■ **Supplied data**

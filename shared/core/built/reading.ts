/** What a scale said of one thing: the same thing put on it once or several times. Masses g. */
export interface Readings {
  /** as shown, tare not taken off */
  values: readonly number[];
  /** what stood on the scale beside it */
  tare: number;
  /** smallest step that the scale shows */
  resolution: number;
}

/** A mass, g, with its standard uncertainty. */
export interface Reading {
  mass: number;
  u: number;
}

/** Standard deviation of what is spread evenly over a step of 1 (JCGM 100:2008, 4.3.7). */
const EVEN = 1 / Math.sqrt(12);

/**
 * Mean of the readings less the tare, and its standard uncertainty: the scatter of the mean (type A, JCGM 100:2008,
 * 4.2.3) beside one step of the scale for the reading and one for the tare or the zero (type B, F.2.2.1: step/√12
 * each). Repeats do not make the scale's own step smaller. Null without a reading.
 * @example readingOf({ values: [3.2, 3.1, 3.3], tare: 0.2, resolution: 0.1 }).mass.toFixed(3) // → '3.000'
 * @example readingOf({ values: [3], tare: 0, resolution: 0.1 }).u.toFixed(4) // → '0.0408'
 * @example readingOf({ values: [], tare: 0, resolution: 0.1 }) // → null
 */
export function readingOf({ values, tare, resolution }: Readings): Reading | null {
  const n = values.length;
  if (n === 0) return null;
  const mean = values.reduce((sum, value) => sum + value, 0) / n;
  const squares = values.reduce((sum, value) => sum + (value - mean) ** 2, 0);
  const ofMean = n > 1 ? squares / (n - 1) / n : 0;
  return { mass: mean - tare, u: Math.sqrt(ofMean + 2 * (resolution * EVEN) ** 2) };
}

■ **Problem**
Set every record down again, exactly as given.

■ **Result for this task**
filename shared/core/built/reading.ts
/** What a scale said of one thing: the same thing put on it once or several times. Masses g. */
export interface Readings {
  /** as shown, tare not taken off */
  values: readonly number[];
  /** what stood on the scale beside it */
  tare: number;
  /** smallest step that the scale shows */
  resolution: number;
}

/** A mass, g, with its standard uncertainty. */
export interface Reading {
  mass: number;
  u: number;
}

/** Standard deviation of what is spread evenly over a step of 1 (JCGM 100:2008, 4.3.7). */
const EVEN = 1 / Math.sqrt(12);

/**
 * Mean of the readings less the tare, and its standard uncertainty: the scatter of the mean (type A, JCGM 100:2008,
 * 4.2.3) beside one step of the scale for the reading and one for the tare or the zero (type B, F.2.2.1: step/√12
 * each). Repeats do not make the scale's own step smaller. Null without a reading.
 * @example readingOf({ values: [3.2, 3.1, 3.3], tare: 0.2, resolution: 0.1 }).mass.toFixed(3) // → '3.000'
 * @example readingOf({ values: [3], tare: 0, resolution: 0.1 }).u.toFixed(4) // → '0.0408'
 * @example readingOf({ values: [], tare: 0, resolution: 0.1 }) // → null
 */
export function readingOf({ values, tare, resolution }: Readings): Reading | null {
  const n = values.length;
  if (n === 0) return null;
  const mean = values.reduce((sum, value) => sum + value, 0) / n;
  const squares = values.reduce((sum, value) => sum + (value - mean) ** 2, 0);
  const ofMean = n > 1 ? squares / (n - 1) / n : 0;
  return { mass: mean - tare, u: Math.sqrt(ofMean + 2 * (resolution * EVEN) ** 2) };
}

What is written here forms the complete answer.